Antes de mais, tentarei passar essa astuta imagem psicológica do que realmente é, a responsabilidade de ostentar o WWE Championship. Ser possuidor de tal título, torna um wrestler, irremediavelmente, a cara da empresa. O expoente máximo da sua capacidade laboral e produtiva, o verdadeiro main eventer dos main eventers, aquele a quem se pode chamar O melhor, o indiscutivelmente talentoso, o que suprimiu toda a restante competição na busca pela glória, e venceu. Ser campeão da WWE, representa muita mais do que um belo e caro cinto de ouro à volta de um pomposo ombro: significa anos de trabalho, de experiência, de horas e horas dedicadas à empresa. Significa até abdicar da vida pessoal social, pessoal, mutilar partes do corpos, assumir uma faceta completamente antagónica do que na realidade se é possuidor, engolir sapos, trabalhar messes a fio, dormir 4 horas a bordo de um avião para ir combater do outro lado do atlântico… ou se for amigo, de um ser denominado Paul Levesque, pode usar o programa simplificado, que implica o não cumprimento directo das vertentes supracitadas. E não me venham com blasfémias mal fundamentadas e incoerentes. Que outra justificação encontram para o sucedido naquele momento? Sheamus, um nobre wrestler que há um ano atrás esta nos territórios de desenvolvimento da produtora, nomeadamente na FCW, é hoje o expoente máximo, do que significa ser wrestler, a nível mundial! E agora questiono eu, humilde e talvez retoricamente: But what the fuck is this? O que torna este wrestler tão especial? Serão as suas credenciais de tal modo destacáveis e assimiláveis no meio de dezenas de wrestlers, constituintes de um roster, muitos dos quais dedicaram uma vida ao negócio, e ficaram a ver um tão jovem atleta conseguir em mês aquilo pelo qual arduamente laboraram durante uma vida?
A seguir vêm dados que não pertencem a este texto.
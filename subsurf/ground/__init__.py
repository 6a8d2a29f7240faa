"""Site facts → relative complex permittivity ε(f) and DC conductivity σ of soils.

Modules: :mod:`.water` (free and saline water), :mod:`.mixing` (Topp 1980, CRIM /
Lichtenecker–Rother), :mod:`.conductivity` (pore-water EC, Archie, Waxman–Smits),
:mod:`.clay` (CEC per clay mineral), :mod:`.peplinski` (Peplinski et al. 1995),
:mod:`.relaxation` (Cole–Cole, Jonscher, constant Q), :mod:`.constant_q` (Q*),
:mod:`.scattering` (Mie volume scattering by stones), :mod:`.roughness` (Ament factor),
:mod:`.losses` (loss facts of a soil), :mod:`.pedotransfer` (Saxton & Rawls 2006
normal density), :mod:`.models` (the :class:`Soil` type) and
:mod:`.presets` (loaders of the bundled texture and material tables).

Permittivities follow ε = ε' − jε'' with ε'' >= 0; all functions broadcast over numpy
arrays and accept scalars; SI units throughout.
"""

from .clay import CLAY_MINERAL_CEC, clay_cec_of_mineral
from .conductivity import (
    archie_conductivity,
    cec_from_clay,
    ec25_from_ec,
    ec25_from_tds,
    ec_from_ec25,
    qv_from_cec,
    salinity_from_ec25,
    waxman_smits_b,
    waxman_smits_conductivity,
)
from .constant_q import attenuation_from_q_star, q_from_q_star, q_star_from_q
from .mixing import (
    crim_permittivity,
    lichtenecker_permittivity,
    porosity_from_density,
    topp_moisture,
    topp_permittivity,
)
from .models import Soil
from .pedotransfer import saxton_rawls_normal_density, saxton_rawls_saturation
from .peplinski import peplinski_effective_conductivity, peplinski_permittivity
from .presets import load_materials, load_textures, texture_preset
from .relaxation import cole_cole_permittivity, constant_q_permittivity, jonscher_permittivity
from .roughness import roughness_reflection_factor, roughness_transmission_factor
from .scattering import mie_efficiencies, scattering_attenuation
from .water import (
    salinity_from_conductivity,
    water_conductivity,
    water_permittivity,
    water_relaxation_time,
    water_static_permittivity,
)

__all__ = [
    "Soil",
    "water_permittivity",
    "water_static_permittivity",
    "water_relaxation_time",
    "water_conductivity",
    "salinity_from_conductivity",
    "topp_permittivity",
    "topp_moisture",
    "crim_permittivity",
    "lichtenecker_permittivity",
    "porosity_from_density",
    "archie_conductivity",
    "waxman_smits_conductivity",
    "waxman_smits_b",
    "qv_from_cec",
    "cec_from_clay",
    "ec_from_ec25",
    "ec25_from_ec",
    "ec25_from_tds",
    "salinity_from_ec25",
    "peplinski_permittivity",
    "peplinski_effective_conductivity",
    "load_textures",
    "load_materials",
    "texture_preset",
    "CLAY_MINERAL_CEC",
    "saxton_rawls_normal_density",
    "saxton_rawls_saturation",
    "clay_cec_of_mineral",
    "cole_cole_permittivity",
    "jonscher_permittivity",
    "constant_q_permittivity",
    "attenuation_from_q_star",
    "q_from_q_star",
    "q_star_from_q",
    "scattering_attenuation",
    "mie_efficiencies",
    "roughness_reflection_factor",
    "roughness_transmission_factor",
]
Obviamente, e friso obviamente, que não!
Sheamus é possuir de uma enorme quantidade de talento. É forte, estável, causa impacto, e razoavelmente carismático, mas isto nem um terço das medidas enche no baú onde se insere actualmente. Sheamus merece o up mid card, com uma feud de cariz consistente, com alguém preferivelmente mais velho e maduro, que lhe incuta algum sentimento de responsabilidade e maturidade, para que possa diariamente trabalhar na sua formação enquanto wrestler, até chegar ao patamar máximo, mas deste modo, nunca. Aliás, é necessário, e talvez mesmo vital nesta altura, criar estrelas futuras, cimentadas no main event, para o claramente processo cíclico de renovação da empresa. Mas efectuar um processo desta importância desta maneira? É simplesmente, utilizando uma banal metáfora, dar um tiro no próprio pé. Os cépticos argumentarão ainda que este push, de proporções descomunais, foi uns anos previamente aplicado a Brock Lesnar. Meus amigos (e não querendo por momento algum imitar o professor José Armando Saraiva), comparar Lesnar a Sheamus e o mesmo que comparar O Crepúsculo ao Pianista. Lesnar era dos atletas mais perfeitos a ter pisado um ringue. A sua brutalidade era transmitida apenas num olhar. O físico era assustador, algo que contraiu geneticamente e à custa de muito esforço corporal, sem que por algum momento necessitasse de qualquer substâncias ilícita para tal finalidade. Era gigante, e mesmo assim adaptava-se com uma facilidade prodigiosa a qualquer tipo de estilo que executasse, fosse ele técnico, stiff, power ou mesmo movimentos de vertentes áreas. Sheamus? Bem, os padrinhos são meios, mas não são finalidades Ah uns tempos o imortal Lance Storm, que só pelo nome me recorda a excelência técnica subjacente aos ilustres wrestlers canadianos, afirmou que o programa da TNA lhe dava, e empregando as suas próprias palavras, insónias. Curt Henning e Davey Boy Smith, já descansam em paz. Acho que ao clube da cafeína se vão juntar Scott Hall, Ted Dibiase e principalmente Roddy Piper. Porque hoje em dia, quem tem um padrinho tem tudo, não é Sh(e)ame(us)?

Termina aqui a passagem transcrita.